(RECORDED INFORMATION begins)

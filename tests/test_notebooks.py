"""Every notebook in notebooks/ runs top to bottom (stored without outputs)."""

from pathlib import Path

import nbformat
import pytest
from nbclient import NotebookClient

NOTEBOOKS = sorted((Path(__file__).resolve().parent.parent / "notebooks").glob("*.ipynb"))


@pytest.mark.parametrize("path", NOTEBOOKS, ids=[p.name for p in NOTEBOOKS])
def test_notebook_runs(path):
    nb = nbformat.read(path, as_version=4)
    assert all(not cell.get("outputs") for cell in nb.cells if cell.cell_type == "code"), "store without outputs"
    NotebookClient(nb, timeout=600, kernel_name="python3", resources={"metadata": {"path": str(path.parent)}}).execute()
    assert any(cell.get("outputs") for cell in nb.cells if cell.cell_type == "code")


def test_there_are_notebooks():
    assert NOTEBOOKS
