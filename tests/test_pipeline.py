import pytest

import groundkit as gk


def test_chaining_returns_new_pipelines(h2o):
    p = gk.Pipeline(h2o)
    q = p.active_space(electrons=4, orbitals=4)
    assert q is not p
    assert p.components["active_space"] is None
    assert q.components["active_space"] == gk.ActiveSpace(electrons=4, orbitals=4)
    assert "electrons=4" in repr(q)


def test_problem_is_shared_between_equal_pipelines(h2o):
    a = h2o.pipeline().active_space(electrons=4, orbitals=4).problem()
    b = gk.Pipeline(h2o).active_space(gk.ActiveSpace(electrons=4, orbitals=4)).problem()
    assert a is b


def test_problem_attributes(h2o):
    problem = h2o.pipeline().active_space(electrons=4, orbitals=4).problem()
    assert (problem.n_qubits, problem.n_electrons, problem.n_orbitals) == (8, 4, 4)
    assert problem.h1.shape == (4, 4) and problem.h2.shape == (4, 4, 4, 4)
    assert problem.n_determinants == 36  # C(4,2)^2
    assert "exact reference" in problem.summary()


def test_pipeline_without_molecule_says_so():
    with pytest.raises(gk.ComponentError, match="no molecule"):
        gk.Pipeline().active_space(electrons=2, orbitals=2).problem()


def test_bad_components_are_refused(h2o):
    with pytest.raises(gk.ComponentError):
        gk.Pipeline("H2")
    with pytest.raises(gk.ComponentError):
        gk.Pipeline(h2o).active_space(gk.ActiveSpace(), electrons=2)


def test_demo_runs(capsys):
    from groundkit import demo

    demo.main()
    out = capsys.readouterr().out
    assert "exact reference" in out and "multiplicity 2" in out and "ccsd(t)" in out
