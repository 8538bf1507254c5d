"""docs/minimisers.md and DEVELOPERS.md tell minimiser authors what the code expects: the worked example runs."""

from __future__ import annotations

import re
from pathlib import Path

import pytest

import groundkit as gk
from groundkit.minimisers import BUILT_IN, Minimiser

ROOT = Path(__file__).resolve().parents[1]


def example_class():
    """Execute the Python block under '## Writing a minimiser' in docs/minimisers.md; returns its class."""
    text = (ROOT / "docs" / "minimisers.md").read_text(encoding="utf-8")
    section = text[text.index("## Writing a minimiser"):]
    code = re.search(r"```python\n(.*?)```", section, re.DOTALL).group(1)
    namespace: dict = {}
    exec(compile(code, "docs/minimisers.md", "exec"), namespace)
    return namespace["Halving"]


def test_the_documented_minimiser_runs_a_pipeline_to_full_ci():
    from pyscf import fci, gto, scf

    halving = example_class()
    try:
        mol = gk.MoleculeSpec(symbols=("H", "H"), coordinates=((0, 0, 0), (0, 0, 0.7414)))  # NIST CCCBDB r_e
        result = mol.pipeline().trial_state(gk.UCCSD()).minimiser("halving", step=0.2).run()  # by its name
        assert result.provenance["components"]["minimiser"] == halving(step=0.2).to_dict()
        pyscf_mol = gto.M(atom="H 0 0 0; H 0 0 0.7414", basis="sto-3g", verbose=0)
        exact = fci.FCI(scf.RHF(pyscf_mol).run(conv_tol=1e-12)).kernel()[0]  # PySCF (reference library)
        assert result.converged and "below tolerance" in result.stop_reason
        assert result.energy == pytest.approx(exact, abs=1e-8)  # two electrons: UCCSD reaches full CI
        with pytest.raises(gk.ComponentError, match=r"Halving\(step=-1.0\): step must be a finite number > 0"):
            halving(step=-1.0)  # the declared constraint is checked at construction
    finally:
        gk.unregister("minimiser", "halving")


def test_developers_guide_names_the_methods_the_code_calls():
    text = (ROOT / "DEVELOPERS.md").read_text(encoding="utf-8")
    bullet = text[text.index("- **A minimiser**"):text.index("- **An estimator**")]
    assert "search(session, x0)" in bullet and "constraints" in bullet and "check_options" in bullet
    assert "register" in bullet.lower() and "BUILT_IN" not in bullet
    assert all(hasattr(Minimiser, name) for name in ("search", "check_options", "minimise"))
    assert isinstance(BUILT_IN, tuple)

(RECORDED INFORMATION ends)

_TO DO:_ Faithfully transcribe the whole of the data.

_EXPECTED OUTPUT:_
filename tests/test_notebooks.py
"""Every notebook in notebooks/ runs top to bottom (stored without outputs)."""

from pathlib import Path

import nbformat
import pytest
from nbclient import NotebookClient

NOTEBOOKS = sorted((Path(__file__).resolve().parent.parent / "notebooks").glob("*.ipynb"))


@pytest.mark.parametrize("path", NOTEBOOKS, ids=[p.name for p in NOTEBOOKS])
def test_notebook_runs(path):
    nb = nbformat.read(path, as_version=4)
    assert all(not cell.get("outputs") for cell in nb.cells if cell.cell_type == "code"), "store without outputs"
    NotebookClient(nb, timeout=600, kernel_name="python3", resources={"metadata": {"path": str(path.parent)}}).execute()
    assert any(cell.get("outputs") for cell in nb.cells if cell.cell_type == "code")


def test_there_are_notebooks():
    assert NOTEBOOKS
filename tests/test_pipeline.py
import pytest

import groundkit as gk


def test_chaining_returns_new_pipelines(h2o):
    p = gk.Pipeline(h2o)
    q = p.active_space(electrons=4, orbitals=4)
    assert q is not p
    assert p.components["active_space"] is None
    assert q.components["active_space"] == gk.ActiveSpace(electrons=4, orbitals=4)
    assert "electrons=4" in repr(q)


def test_problem_is_shared_between_equal_pipelines(h2o):
    a = h2o.pipeline().active_space(electrons=4, orbitals=4).problem()
    b = gk.Pipeline(h2o).active_space(gk.ActiveSpace(electrons=4, orbitals=4)).problem()
    assert a is b


def test_problem_attributes(h2o):
    problem = h2o.pipeline().active_space(electrons=4, orbitals=4).problem()
    assert (problem.n_qubits, problem.n_electrons, problem.n_orbitals) == (8, 4, 4)
    assert problem.h1.shape == (4, 4) and problem.h2.shape == (4, 4, 4, 4)
    assert problem.n_determinants == 36  # C(4,2)^2
    assert "exact reference" in problem.summary()


def test_pipeline_without_molecule_says_so():
    with pytest.raises(gk.ComponentError, match="no molecule"):
        gk.Pipeline().active_space(electrons=2, orbitals=2).problem()


def test_bad_components_are_refused(h2o):
    with pytest.raises(gk.ComponentError):
        gk.Pipeline("H2")
    with pytest.raises(gk.ComponentError):
        gk.Pipeline(h2o).active_space(gk.ActiveSpace(), electrons=2)


def test_demo_runs(capsys):
    from groundkit import demo

    demo.main()
    out = capsys.readouterr().out
    assert "exact reference" in out and "multiplicity 2" in out and "ccsd(t)" in out
repository 8538bf1507254c5d
"""docs/minimisers.md and DEVELOPERS.md tell minimiser authors what the code expects: the worked example runs."""

from __future__ import annotations

import re
from pathlib import Path

import pytest

import groundkit as gk
from groundkit.minimisers import BUILT_IN, Minimiser

ROOT = Path(__file__).resolve().parents[1]


def example_class():
    """Execute the Python block under '## Writing a minimiser' in docs/minimisers.md; returns its class."""
    text = (ROOT / "docs" / "minimisers.md").read_text(encoding="utf-8")
    section = text[text.index("## Writing a minimiser"):]
    code = re.search(r"```python\n(.*?)```", section, re.DOTALL).group(1)
    namespace: dict = {}
    exec(compile(code, "docs/minimisers.md", "exec"), namespace)
    return namespace["Halving"]


def test_the_documented_minimiser_runs_a_pipeline_to_full_ci():
    from pyscf import fci, gto, scf

    halving = example_class()
    try:
        mol = gk.MoleculeSpec(symbols=("H", "H"), coordinates=((0, 0, 0), (0, 0, 0.7414)))  # NIST CCCBDB r_e
        result = mol.pipeline().trial_state(gk.UCCSD()).minimiser("halving", step=0.2).run()  # by its name
        assert result.provenance["components"]["minimiser"] == halving(step=0.2).to_dict()
        pyscf_mol = gto.M(atom="H 0 0 0; H 0 0 0.7414", basis="sto-3g", verbose=0)
        exact = fci.FCI(scf.RHF(pyscf_mol).run(conv_tol=1e-12)).kernel()[0]  # PySCF (reference library)
        assert result.converged and "below tolerance" in result.stop_reason
        assert result.energy == pytest.approx(exact, abs=1e-8)  # two electrons: UCCSD reaches full CI
        with pytest.raises(gk.ComponentError, match=r"Halving\(step=-1.0\): step must be a finite number > 0"):
            halving(step=-1.0)  # the declared constraint is checked at construction
    finally:
        gk.unregister("minimiser", "halving")


def test_developers_guide_names_the_methods_the_code_calls():
    text = (ROOT / "DEVELOPERS.md").read_text(encoding="utf-8")
    bullet = text[text.index("- **A minimiser**"):text.index("- **An estimator**")]
    assert "search(session, x0)" in bullet and "constraints" in bullet and "check_options" in bullet
    assert "register" in bullet.lower() and "BUILT_IN" not in bullet
    assert all(hasattr(Minimiser, name) for name in ("search", "check_options", "minimise"))
    assert isinstance(BUILT_IN, tuple)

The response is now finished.